Lorsque j’ai vu le conducteur et trois autres passagers qui se sont extraits de la voiture, j’ai compris qu’ils n’étaient pas là pour nous sauver. J’ai voulu crier à Léo et à Clara de se planquer mais il était trop tard. Les quatre hommes armés de fusils semi-automatiques les ont visés.
J’ai regardé mes amis s’effondrer sur le sol, impuissant. A ce moment-là, mon âme s’est décomposée.
La fille que je m’étais promis de protéger était obligée de me traîner derrière elle. J’étais vide, et mon regard aussi. En sortant par la porte de derrière, j’ai cru entendre des cris et des détonations.
Incapable de dire si j’avais été touché, j’avançais toujours. Je courais sans trop savoir pourquoi. Ma dernière étoile me tenait éveillé tandis que nous nous enfoncions dans la forêt. Les jours qui ont suivi ce funeste soir, nous avons fui sans nous arrêter une seconde pour regarder en arrière.
Ce matin, la douce lumière qui m’a guidé jusqu’ici s’est éteinte. Elle m’a donné un baiser avant de se coucher sous un saule et d’y pousser son dernier souffle. Elle avait été atteinte d’une balle à la hanche dans notre fuite et m’avait offert le peu d’énergie qui lui restait pour que je m’en sorte.

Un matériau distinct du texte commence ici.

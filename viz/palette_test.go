package viz

import (
	"math"
	"testing"

	"github.com/stretchr/testify/assert"
	"github.com/stretchr/testify/require"
)

// Colour-vision-deficiency simulation of Machado, Oliveira & Fernandes
// (2009), "A physiologically-based model for simulation of color vision
// deficiency", IEEE Transactions on Visualization and Computer Graphics
// 15(6), 1291–1298: the matrices for severity 1.0 (dichromacy) from the
// table of precomputed matrices the authors published with the paper,
// applied to linear sRGB.
var (
	machadoDeuteranopia = [3][3]float64{
		{0.367322, 0.860646, -0.227968},
		{0.280085, 0.672501, 0.047413},
		{-0.011820, 0.042940, 0.968881},
	}
	machadoProtanopia = [3][3]float64{
		{0.152286, 1.052583, -0.204868},
		{0.114503, 0.786281, 0.099216},
		{-0.003882, -0.048116, 1.051998},
	}
)

// srgbLinear decodes an sRGB component in [0, 255] (IEC 61966-2-1).
func srgbLinear(v float64) float64 {
	v /= 255
	if v <= 0.04045 {
		return v / 12.92
	}
	return math.Pow((v+0.055)/1.055, 2.4)
}

func srgbEncode(v float64) float64 {
	v = math.Min(1, math.Max(0, v))
	if v <= 0.0031308 {
		return 255 * 12.92 * v
	}
	return 255 * (1.055*math.Pow(v, 1/2.4) - 0.055)
}

// simulate returns c as seen with the dichromacy of matrix m.
func simulate(c rgb, m [3][3]float64) rgb {
	l := [3]float64{srgbLinear(c.r), srgbLinear(c.g), srgbLinear(c.b)}
	var o [3]float64
	for i := range o {
		o[i] = srgbEncode(m[i][0]*l[0] + m[i][1]*l[1] + m[i][2]*l[2])
	}
	return rgb{o[0], o[1], o[2]}
}

// lightness is CIELAB L* (CIE 15:2004) from relative luminance Y (white
// Y = 1): 116·f(Y) − 16, f(t) = t^(1/3) above (6/29)³, else linear.
func lightness(c rgb) float64 {
	y := c.luminance()
	f := math.Cbrt(y)
	if y <= 216.0/24389 {
		f = (24389.0/27*y + 16) / 116
	}
	return 116*f - 16
}

// minLightnessStep is the smallest difference of L* between neighbouring
// margin steps that we accept: about ten just-noticeable differences of
// lightness (one ΔE*ab unit is roughly one, a rule of thumb), enough to
// tell fills apart side by side in a diagram.
const minLightnessStep = 10.0

func TestMarginColoursLightnessSteps(t *testing.T) {
	for _, vision := range []struct {
		name string
		see  func(rgb) rgb
	}{
		{"normal vision", func(c rgb) rgb { return c }},
		{"deuteranopia", func(c rgb) rgb { return simulate(c, machadoDeuteranopia) }},
		{"protanopia", func(c rgb) rgb { return simulate(c, machadoProtanopia) }},
	} {
		for i := 1; i < len(marginColours); i++ {
			lo, hi := lightness(vision.see(marginColours[i-1])), lightness(vision.see(marginColours[i]))
			assert.Greater(t, hi-lo, minLightnessStep, "%s: step %d (L* %.1f) to step %d (L* %.1f)", vision.name, i-1, lo, i, hi)
		}
		// Node fills come in bands: lightness never falls as the
		// margin grows, the scale reads one way.
		s := marginScaleFor(5)
		prev := -1.0
		for m := -15.0; m <= 35; m += 0.25 {
			l := lightness(vision.see(s.band(m)))
			assert.GreaterOrEqual(t, l, prev-0.5, "%s: L* falls at margin %g K", vision.name, m)
			prev = math.Max(prev, l)
		}
	}
}

// The simulation itself: a grey is its own image (each row of a Machado
// matrix sums to 1), and pure red and green, far apart in normal vision,
// come out close in hue for a deuteranope: a check that the matrices were
// copied into the code correctly.
func TestMachadoSimulation(t *testing.T) {
	for _, m := range [][3][3]float64{machadoDeuteranopia, machadoProtanopia} {
		for _, row := range m {
			assert.InDelta(t, 1, row[0]+row[1]+row[2], 1e-5)
		}
		g := simulate(rgb{128, 128, 128}, m)
		assert.InDelta(t, 128, g.r, 0.6)
		assert.InDelta(t, 128, g.b, 0.6)
	}
	red, green := simulate(rgb{255, 0, 0}, machadoDeuteranopia), simulate(rgb{0, 255, 0}, machadoDeuteranopia)
	// Both become olive-yellow: red ≥ blue in each.
	assert.Greater(t, red.r, red.b)
	assert.Greater(t, green.r, green.b)
}

// Text on every fill meets WCAG 2.x's 4.5:1 for normal text (success
// criterion 1.4.3), with the ratio (L1 + 0.05)/(L2 + 0.05) of relative
// luminances.
func TestTextContrastOnEveryFill(t *testing.T) {
	// Check values for the formula: black on white is 21:1, a colour on
	// itself 1:1 (WCAG 2.1, definition of contrast ratio).
	assert.InDelta(t, 21, contrast(rgb{0, 0, 0}, rgb{255, 255, 255}), 1e-9)
	assert.InDelta(t, 1, contrast(rgb{90, 90, 90}, rgb{90, 90, 90}), 1e-12)
	fills := append([]rgb{noLimitFill, fixedFill}, marginColours[:]...)
	for _, s := range temperatureScale {
		fills = append(fills, s.c)
	}
	s := marginScaleFor(5)
	for m := -15.0; m <= 35; m += 0.5 {
		fills = append(fills, s.band(m))
	}
	for f := 0.0; f <= 1; f += 0.05 {
		fills = append(fills, temperatureScale.at(f))
	}
	for _, c := range fills {
		text := darkText
		if textOn(c) == lightText.hex() {
			text = lightText
		}
		assert.GreaterOrEqual(t, contrast(c, text), 4.5, "text %s on %s", text.hex(), c.hex())
	}
}

func TestMarginStepsFollowRequiredMargin(t *testing.T) {
	steps := marginSteps(8)
	require.Len(t, steps, 5)
	assert.Equal(t, []float64{-10, 0, 8, 24, 48}, []float64{steps[0].margin, steps[1].margin, steps[2].margin, steps[3].margin, steps[4].margin})
	assert.Equal(t, "margin 0 to 8 K: tight", steps[1].text)
	assert.Equal(t, "margin 8 to 24 K", steps[2].text)
	assert.Equal(t, "margin 48 K or more", steps[4].text)
	assert.Equal(t, 5.0, marginSteps(0)[2].margin, "no required margin: 5 K steps")
	sol, _ := solveText(t, "m.yaml", `
ambient: {temperature: 20 degC}
required_margin: 8 K
nodes:
  - {id: chip, power: 3 W, limit: 110 degC}
  - {id: warm, power: 1 W, limit: 45 degC}
links:
  - {id: up, kind: lumped, from: chip, to: ambient, resistance: 20 K/W}
  - {id: w, kind: lumped, from: warm, to: ambient, resistance: 20 K/W}
`)
	dot, err := DOT(sol, ColourMargin)
	require.NoError(t, err)
	assert.Contains(t, dot, "margin 0 to 8 K: tight")
	assert.Contains(t, dot, "margin 24 to 48 K")
	assert.Contains(t, dot, "tight (margin under 8 K)")
	assert.Contains(t, dot, "margin +5.0 K tight", "warm is 40 °C against 45 °C")
	assert.Contains(t, dot, "margin +30.0 K ok")
	assert.Contains(t, dot, `fillcolor="#bac26b"`, "30 K is in the band from 24 to 48 K")
	assert.Contains(t, dot, `fillcolor="#ad3d32"`, "5 K is under 8 K: the tight band")
	assert.Contains(t, dot, "dashed", "the tight node's outline")
	assert.NotContains(t, dot, "moving air", "the model has no moving air")
}

// Each fill is exactly one of the legend's bands: over the limit, tight
// (0 to m), m to 3m, 3m to 6m, 6m or more.
func TestMarginBands(t *testing.T) {
	s := marginScaleFor(10)
	for _, c := range []struct {
		margin float64
		band   int
	}{{-30, 0}, {-0.01, 0}, {0, 1}, {9.99, 1}, {10, 2}, {29.9, 2}, {30, 3}, {59.9, 3}, {60, 4}, {500, 4}} {
		assert.Equal(t, marginColours[c.band], s.band(c.margin), "margin %g K", c.margin)
	}
}
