package viz

import (
	"context"
	"fmt"
	"path/filepath"
	"strings"

	"github.com/heatgraph/heatgraph/viz/internal/engine"
)

// ImageFormat is a diagram file format.
type ImageFormat string

// Diagram formats.
const (
	FormatDOT ImageFormat = "dot"
	FormatSVG ImageFormat = "svg"
	FormatPNG ImageFormat = "png"
)

// FormatFor returns the diagram format for a file name by its extension:
// .dot or .gv, .svg, .png.
func FormatFor(path string) (ImageFormat, error) {
	switch strings.ToLower(filepath.Ext(path)) {
	case ".dot", ".gv":
		return FormatDOT, nil
	case ".svg":
		return FormatSVG, nil
	case ".png":
		return FormatPNG, nil
	}
	return "", fmt.Errorf("cannot tell the diagram format from %q (use a name ending in .dot, .gv, .svg or .png)", filepath.Base(path))
}

// ErrLayoutTimeout is returned (wrapped) by Render when its context ends
// before the layout is done.
var ErrLayoutTimeout = engine.ErrLayoutTimeout

// Render lays out DOT source and returns it as the given format. DOT is
// returned as it is. Layout uses the Graphviz library compiled into the
// program, so no system Graphviz is needed; it starts on the first call
// (see package viz/internal/engine) and stops with an error wrapping
// ErrLayoutTimeout when ctx ends first.
func Render(ctx context.Context, dot string, format ImageFormat) ([]byte, error) {
	switch format {
	case FormatDOT:
		return []byte(dot), nil
	case FormatSVG:
		return engine.Render(ctx, dot, engine.SVG)
	case FormatPNG:
		return renderPNG(ctx, dot)
	}
	return nil, fmt.Errorf("unknown diagram format %q", format)
}
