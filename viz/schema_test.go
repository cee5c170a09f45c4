package viz

import (
	"bytes"
	"encoding/json"
	"fmt"
	"os"
	"path/filepath"
	"reflect"
	"sort"
	"strings"
	"testing"

	"github.com/heatgraph/heatgraph/network"
	"github.com/heatgraph/heatgraph/solve"
	"github.com/stretchr/testify/assert"
	"github.com/stretchr/testify/require"
)

// A validator for the subset of JSON Schema draft 2020-12 that
// docs/report.schema.json uses: type (one name or a list), const, enum,
// required, properties, additionalProperties (false or a schema), items,
// $ref to "#/$defs/…", minimum and maximum, and the annotations $schema,
// title and description. Any other keyword is an error, so the schema
// cannot silently use more than is checked.
type schemaValidator struct {
	root map[string]any
	errs []string
}

var knownKeywords = map[string]bool{"$schema": true, "title": true, "description": true, "$defs": true, "type": true,
	"const": true, "enum": true, "required": true, "properties": true, "additionalProperties": true, "items": true,
	"$ref": true, "minimum": true, "maximum": true}

func (v *schemaValidator) fail(path, format string, args ...any) {
	v.errs = append(v.errs, path+": "+fmt.Sprintf(format, args...))
}

func jsonType(x any) string {
	switch x := x.(type) {
	case nil:
		return "null"
	case bool:
		return "boolean"
	case string:
		return "string"
	case float64:
		if x == float64(int64(x)) {
			return "integer"
		}
		return "number"
	case []any:
		return "array"
	case map[string]any:
		return "object"
	}
	return "unknown"
}

func typeMatches(want, got string) bool {
	return want == got || (want == "number" && got == "integer")
}

func (v *schemaValidator) check(schema map[string]any, x any, path string) {
	keys := make([]string, 0, len(schema))
	for k := range schema {
		keys = append(keys, k)
	}
	sort.Strings(keys)
	for _, k := range keys {
		if !knownKeywords[k] {
			v.fail(path, "schema keyword %q is not supported by this validator", k)
		}
	}
	if ref, ok := schema["$ref"].(string); ok {
		name, found := strings.CutPrefix(ref, "#/$defs/")
		defs, _ := v.root["$defs"].(map[string]any)
		target, ok := defs[name].(map[string]any)
		if !found || !ok {
			v.fail(path, "unresolved $ref %q", ref)
			return
		}
		v.check(target, x, path)
	}
	if t, ok := schema["type"]; ok {
		var names []string
		switch t := t.(type) {
		case string:
			names = []string{t}
		case []any:
			for _, n := range t {
				names = append(names, n.(string))
			}
		}
		got := jsonType(x)
		match := false
		for _, n := range names {
			match = match || typeMatches(n, got)
		}
		if !match {
			v.fail(path, "is %s, want %s", got, strings.Join(names, " or "))
			return
		}
	}
	if c, ok := schema["const"]; ok && !reflect.DeepEqual(c, x) {
		v.fail(path, "is %v, want %v", x, c)
	}
	if e, ok := schema["enum"].([]any); ok {
		found := false
		for _, c := range e {
			found = found || reflect.DeepEqual(c, x)
		}
		if !found {
			v.fail(path, "%v is not one of %v", x, e)
		}
	}
	if n, ok := x.(float64); ok {
		if m, ok := schema["minimum"].(float64); ok && n < m {
			v.fail(path, "%v is below the minimum %v", n, m)
		}
		if m, ok := schema["maximum"].(float64); ok && n > m {
			v.fail(path, "%v is above the maximum %v", n, m)
		}
	}
	if obj, ok := x.(map[string]any); ok {
		if req, ok := schema["required"].([]any); ok {
			for _, r := range req {
				if _, ok := obj[r.(string)]; !ok {
					v.fail(path, "missing required key %q", r)
				}
			}
		}
		props, _ := schema["properties"].(map[string]any)
		for k, val := range obj {
			if ps, ok := props[k].(map[string]any); ok {
				v.check(ps, val, path+"."+k)
				continue
			}
			switch ap := schema["additionalProperties"].(type) {
			case bool:
				if !ap {
					v.fail(path, "key %q is not in the schema", k)
				}
			case map[string]any:
				v.check(ap, val, path+"."+k)
			}
		}
	}
	if arr, ok := x.([]any); ok {
		if items, ok := schema["items"].(map[string]any); ok {
			for i, el := range arr {
				v.check(items, el, fmt.Sprintf("%s[%d]", path, i))
			}
		}
	}
}

func loadSchema(t *testing.T) map[string]any {
	t.Helper()
	data, err := os.ReadFile("../docs/report.schema.json")
	require.NoError(t, err)
	var schema map[string]any
	require.NoError(t, json.Unmarshal(data, &schema))
	assert.Equal(t, "https://json-schema.org/draft/2020-12/schema", schema["$schema"])
	return schema
}

func validate(schema map[string]any, doc any) []string {
	v := &schemaValidator{root: schema}
	v.check(schema, doc, "$")
	return v.errs
}

// Every example's real JSON output, and a run without a solution, follow
// the documented schema.
func TestJSONFollowsSchema(t *testing.T) {
	schema := loadSchema(t)
	files, err := filepath.Glob("../examples/*.yaml")
	require.NoError(t, err)
	require.NotEmpty(t, files)
	for _, f := range files {
		net, err := network.Load(f)
		require.NoError(t, err)
		p := net.Steady()
		r := solve.Newton(p, p.InitialGuess(), solve.Settings{})
		require.True(t, r.Reason.Converged(), f)
		sol, run := net.Solution(r.X), Run{Converged: true, Reason: r.Reason.String(), Iterations: r.Iterations}
		for _, s := range []any{sol, nil} {
			var buf bytes.Buffer
			if s == nil {
				require.NoError(t, WriteJSON(&buf, NewReport(sol.Net.Model, nil, Run{Reason: "diverged"})))
			} else {
				require.NoError(t, WriteJSON(&buf, NewReport(sol.Net.Model, sol, run)))
			}
			var doc any
			require.NoError(t, json.Unmarshal(buf.Bytes(), &doc))
			assert.Empty(t, validate(schema, doc), "%s", f)
		}
	}
}

// The validator finds what is wrong: a missing key, a wrong type, a key
// the schema does not know, a value outside an enum.
func TestSchemaValidatorCatchesErrors(t *testing.T) {
	schema := loadSchema(t)
	sol, run := solved(t)
	var buf bytes.Buffer
	require.NoError(t, WriteJSON(&buf, NewReport(sol.Net.Model, sol, run)))
	fresh := func() map[string]any {
		var doc map[string]any
		require.NoError(t, json.Unmarshal(buf.Bytes(), &doc))
		return doc
	}
	doc := fresh()
	delete(doc, "limits_exceeded")
	assert.Contains(t, strings.Join(validate(schema, doc), "\n"), `missing required key "limits_exceeded"`)
	doc = fresh()
	doc["required_margin_K"] = "5 K"
	assert.Contains(t, strings.Join(validate(schema, doc), "\n"), "$.required_margin_K: is string")
	doc = fresh()
	doc["extra"] = 1.0
	assert.Contains(t, strings.Join(validate(schema, doc), "\n"), `key "extra" is not in the schema`)
	doc = fresh()
	doc["nodes"].([]any)[0].(map[string]any)["kind"] = "plasma"
	assert.Contains(t, strings.Join(validate(schema, doc), "\n"), "is not one of")
	assert.NotEmpty(t, validate(map[string]any{"format": "date"}, "x"), "unsupported keywords are reported")
}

La promesse que je m’étais engagé à tenir n’était plus que poussière. Seul, ayant perdu la femme que j’aimais, j’ai longtemps tergiversé sur ce que je devrais faire à l’avenir. Je n’ai toujours pas trouvé de réponse mais pour la fille qui m’a sauvé la vie, je me battrai. Oui, je me vais me battre !
Pour l’instant, je compte juste longer la rivière et voir où celle-ci me mènera.
La seule chose dont je suis sûr, c’est que la loi du plus fort est d’application dans ce Nouveau Monde et que je ne compte plus fuir ni me soumettre.
Note de l’auteur: Inori se traduit par « prière » en japonais.